Non-uniform scaling can be achieved by specifying different values for each element of the scaling vector.
static CC3Vector4 CC3Matrix4x3TransformCC3Vector4 | ( | const CC3Matrix4x3 * | mtx, |
CC3Vector4 | v | ||
) | [inline, static] |
Transforms the specified 4D vector using the specified matrix, and returns the transformed vector.
The specified matrix and the original specified vector remain unchanged.
static void CC3Matrix4x3TranslateBy | ( | CC3Matrix4x3 * | mtx, |
CC3Vector | aTranslation | ||
) | [inline, static] |
Translates the specified matrix in three dimensions by the specified translation vector.
static void CC3Matrix4x3Transpose | ( | CC3Matrix4x3 * | mtx ) | [inline, static] |
Transposes the specified matrix.
The contents of the matrix are changed.
Since a 4x3 matrix is not square, transposing an affine matrix will result in the contents of the fourth column being lost. After the transposition, the contents of both the forth column and the (implied) fourth row will contain (0,0,0,1).
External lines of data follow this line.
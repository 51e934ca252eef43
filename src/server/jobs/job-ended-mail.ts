/** The mail that says how a job ended. */
import type { Job } from '@db/models/jobs.ts';
import { creditsText } from '@/domain/pricing/credits-text.ts';
import { paths } from '@/paths.ts';
import { env } from '../env.ts';
import { composeLetter, type ComposedLetter } from '../mail/compose-letter.ts';

const subjects: Partial<Record<Job['state'], string>> = {
  done: 'Job done',
  stopped_at_cap: 'Job stopped at its cap',
  cancelled: 'Job cancelled',
  failed: 'Job failed',
};

export function jobEndedMail(options: { job: Job; team: string; name: string }): ComposedLetter {
  const { job, team, name } = options;
  return composeLetter({
    subject: `${subjects[job.state]}: ${job.name}`.replaceAll(/\s+/g, ' '),
    paragraphs: [
      `Hello ${name},`,
      `“${job.name}”: ${job.ending?.detail}`,
      `Replicates: ${job.replicatesDone.toLocaleString('en')} of ${job.replicatesPlanned.toLocaleString('en')}. ` +
        `Events: ${job.events.toLocaleString('en')}.`,
      `Charged: ${creditsText(job.chargedMicrocredits)}, under a cap of ${creditsText(job.capMicrocredits)}. ` +
        'What was held beyond the charge is available again.',
    ],
    action: { label: 'See the job', url: env().PUBLIC_URL + paths.job(team, job.id) },
  });
}
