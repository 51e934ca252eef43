/** One number over the points of a sweep: curves with 95 % intervals along one quantity, or a heat map over two. */
import type { EChartsOption } from 'echarts';
import type { FigureTable } from './figure-table.ts';
import { frame, labelSeries } from './frame.ts';
import { countText, numberText } from './number-text.ts';
import { seriesDashes, type ChartTheme } from './palette.ts';

export interface SweepValue {
  value: number;
  lower: number | null;
  upper: number | null;
}

export interface SweepCurve {
  /** Empty for a single one. */
  name: string;
  points: (SweepValue & { x: number })[];
}

export interface SweepCurves {
  /** What is drawn, as the axis says it. */
  title: string;
  /** The quantity along the axis. */
  along: string;
  replicates: number;
  curves: SweepCurve[];
  /** Points that lie anywhere: no line between them. */
  scattered: boolean;
}

/** From this ratio on, positive values of an axis stand on a logarithmic one. */
const logRatio = 30;

export function sweepCurvesOption(figure: SweepCurves, theme: ChartTheme): EChartsOption {
  const { title, along, replicates, curves, scattered } = figure;
  const xs = curves.flatMap(({ points }) => points.map(({ x }) => x));
  const [least, most] = [Math.min(...xs), Math.max(...xs)];
  const isLog = least > 0 && most / least >= logRatio;
  const base = frame(theme, { x: { title: along }, y: { title }, labels: curves.length > 1 });
  const lows = curves.flatMap(({ points }) => points.map(({ value, lower }) => lower ?? value));
  const colorOf = (place: number): string => theme.series[place % theme.series.length]!;
  const words = ({ value, lower, upper }: SweepValue): string =>
    `${numberText(value, 5)}${lower === null || upper === null ? '' : ` (95 %: ${numberText(lower, 5)} – ${numberText(upper, 5)})`}`;
  return {
    ...base,
    xAxis: { ...base.xAxis, type: isLog ? 'log' : 'value', scale: true },
    yAxis: { ...base.yAxis, ...(Math.min(...lows) >= 0 ? { min: 0 } : {}) },
    tooltip: {
      ...base.tooltip,
      trigger: 'item',
      formatter: (item: unknown) => {
        const { seriesIndex = 0, dataIndex = 0 } = item as { seriesIndex?: number; dataIndex?: number };
        const curve = curves[Math.floor(seriesIndex / 2)];
        const point = curve?.points[dataIndex];
        if (!curve || !point) return '';
        const name = curve.name ? [curve.name] : [];
        return [
          ...name,
          `${along} ${numberText(point.x, 5)}`,
          words(point),
          `from ${countText(replicates)} replicates`,
        ].join('\n');
      },
    },
    series: [
      ...curves.flatMap(({ name, points }, place) => {
        const color = colorOf(place);
        return [
          {
            type: 'line',
            name: name || title,
            showSymbol: true,
            symbol: 'circle',
            symbolSize: 7,
            z: 4,
            lineStyle: { color, width: scattered ? 0 : 2, type: seriesDashes[place % seriesDashes.length] },
            itemStyle: { color },
            data: points.map(({ x, value }) => [x, value]),
          },
          intervals(points, color),
        ];
      }),
      labelSeries(
        curves.length < 2
          ? []
          : curves.flatMap(({ name, points }, place) => {
              const last = points.at(-1);
              return last ? [{ x: last.x, y: last.value, text: name, color: colorOf(place) }] : [];
            }),
        theme,
      ),
    ],
  } as EChartsOption;
}

interface Coordinates {
  value(dimension: number): number;
  coord(value: number[]): number[];
}

/** A vertical bar from the lower to the upper end of each interval. */
function intervals(points: SweepCurve['points'], color: string): object {
  return {
    type: 'custom',
    name: '95 % interval',
    silent: true,
    z: 3,
    encode: { x: 0, y: [1, 2] },
    data: points.map(({ x, value, lower, upper }) => [x, lower ?? value, upper ?? value]),
    renderItem: (_: unknown, api: Coordinates) => {
      const [x, low] = api.coord([api.value(0), api.value(1)]) as [number, number];
      const high = api.coord([api.value(0), api.value(2)])[1]!;
      const line = (x1: number, y1: number, x2: number, y2: number) => ({
        type: 'line',
        shape: { x1, y1, x2, y2 },
        style: { stroke: color, lineWidth: 1.5 },
      });
      return {
        type: 'group',
        children: [line(x, low, x, high), line(x - 4, low, x + 4, low), line(x - 4, high, x + 4, high)],
      };
    },
  };
}

export interface SweepMap {
  title: string;
  x: { title: string; values: readonly number[] };
  y: { title: string; values: readonly number[] };
  replicates: number;
  /** cells[y][x]; null where the number does not exist. */
  cells: (SweepValue | null)[][];
}

/** More cells are too small for their numbers. */
const labelledMost = 90;

export function sweepMapOption(figure: SweepMap, theme: ChartTheme): EChartsOption {
  const { title, x, y, cells, replicates } = figure;
  const known = cells.flat().flatMap((cell) => (cell ? [cell.value] : []));
  const [least, most] = [Math.min(...known), Math.max(...known)];
  const share = (value: number): number => (most > least ? (value - least) / (most - least) : 0.5);
  const base = frame(theme, { x: { title: x.title }, y: { title: y.title }, labels: false });
  const category = (values: readonly number[]) => ({
    type: 'category' as const,
    data: values.map((value) => numberText(value, 4)),
    splitLine: { show: false },
  });
  const labelled = x.values.length * y.values.length <= labelledMost;
  return {
    ...base,
    xAxis: {
      ...base.xAxis,
      ...category(x.values),
      min: undefined,
      max: undefined,
      axisLabel: { color: theme.soft, fontFamily: theme.fontFamily, hideOverlap: true },
    },
    yAxis: {
      ...base.yAxis,
      ...category(y.values),
      min: undefined,
      max: undefined,
      axisLabel: { color: theme.soft, fontFamily: theme.fontFamily },
    },
    tooltip: {
      ...base.tooltip,
      trigger: 'item',
      formatter: (item: unknown) => {
        const { data } = item as { data: [number, number] };
        const cell = cells[data[1]]![data[0]];
        const interval =
          cell?.lower == null || cell.upper == null
            ? []
            : [`95 %: ${numberText(cell.lower, 5)} – ${numberText(cell.upper, 5)}`];
        return [
          `${x.title} ${numberText(x.values[data[0]]!, 5)}, ${y.title} ${numberText(y.values[data[1]]!, 5)}`,
          `${title}: ${cell ? numberText(cell.value, 5) : 'does not exist'}`,
          ...interval,
          `from ${countText(replicates)} replicates`,
        ].join('\n');
      },
    },
    series: [
      {
        type: 'custom',
        name: title,
        data: cells.flatMap((row, at) => row.map((_, column) => [column, at])),
        renderItem: (_: unknown, api: Coordinates & { size(value: number[]): number[] }) => {
          const [column, row] = [api.value(0), api.value(1)];
          const cell = cells[row]![column];
          const [cx, cy] = api.coord([column, row]) as [number, number];
          const [width, height] = api.size([1, 1]) as [number, number];
          const shape = { x: cx - width / 2, y: cy - height / 2, width: width - 1, height: height - 1 };
          if (!cell) return { type: 'rect', shape, style: { fill: 'none', stroke: theme.rule } };
          const part = share(cell.value);
          return {
            type: 'group',
            children: [
              // Colours of a page come in any notation, so they are laid over each other and not computed.
              { type: 'rect', shape, style: { fill: theme.glass } },
              { type: 'rect', shape, style: { fill: theme.bromo, opacity: part } },
              ...(labelled
                ? [
                    {
                      type: 'text',
                      silent: true,
                      style: {
                        text: numberText(cell.value, 3),
                        x: cx,
                        y: cy,
                        align: 'center',
                        verticalAlign: 'middle',
                        fontFamily: theme.fontFamily,
                        fontSize: 12,
                        fill: part > 0.55 ? theme.paper : theme.ink,
                      },
                    },
                  ]
                : []),
            ],
          };
        },
      },
    ],
  } as EChartsOption;
}

/** Every point, whatever part of them is drawn. */
export function sweepTable(figure: {
  title: string;
  replicates: number;
  targets: string[];
  values: readonly (readonly number[])[];
  found: readonly (SweepValue | null)[];
}): FigureTable {
  const { title, replicates, targets, values, found } = figure;
  return {
    caption: `${title} at each point, with 95 % intervals, from ${countText(replicates)} replicates each`,
    columns: ['point', ...targets, title, '95 % lower', '95 % upper'],
    rows: values.map((row, point) => {
      const cell = found[point];
      return [point, ...row, cell?.value ?? '', cell?.lower ?? '', cell?.upper ?? ''];
    }),
  };
}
If this is not the desired result, use the contents of this matrix to populate a CC3Matrix4x4 structure, and take the transpose of that matrix.
static CC3Vector4 CC3Vector4FromCC3Matrix4x3Col | ( | const CC3Matrix4x3 * | mtx, |
NSUInteger | colIdx | ||
) | [inline, static] |
Returns the column at the specified index from the specified matrix, as a 4D vector suitable for use in use with a 4x4 matrix.
The W component of the returned vector will be zero for the first three columns, and one for the fourth column.
In keeping with matrix math terminology, the index is one-based. The first column of the matrix has an index of one.
static CC3Vector4 CC3Vector4FromCC3Matrix4x3Row | ( | const CC3Matrix4x3 * | mtx, |
NSUInteger | rowIdx | ||
) | [inline, static] |
Returns the row at the specified index from the specified matrix, as a 4D vector suitable for use in use with a 4x4 matrix.
In keeping with matrix math terminology, the index is one-based. The first column of the matrix has an index of one.
static CC3Vector CC3VectorFromCC3Matrix4x3Col | ( | const CC3Matrix4x3 * | mtx, |
NSUInteger | colIdx | ||
) | [inline, static] |
Returns the column at the specified index from the specified matrix, as a 3D vector suitable for use in use with a 3x3 matrix.
In keeping with matrix math terminology, the index is one-based. The first column of the matrix has an index of one.
static CC3Vector CC3VectorFromCC3Matrix4x3Row | ( | const CC3Matrix4x3 * | mtx, |
NSUInteger | rowIdx | ||
) | [inline, static] |
Returns the row at the specified index from the specified matrix, as a 3D vector suitable for use in use with a 3x3 matrix.
The returned vector contains the first 3 elements of the row.
In keeping with matrix math terminology, the index is one-based. The first column of the matrix has an index of one.
static NSString* NSStringFromCC3Matrix4x3 | ( | CC3Matrix4x3 * | mtxPtr ) | [inline, static] |
Returns a string description of the specified CC3Matrix4x3, including contents.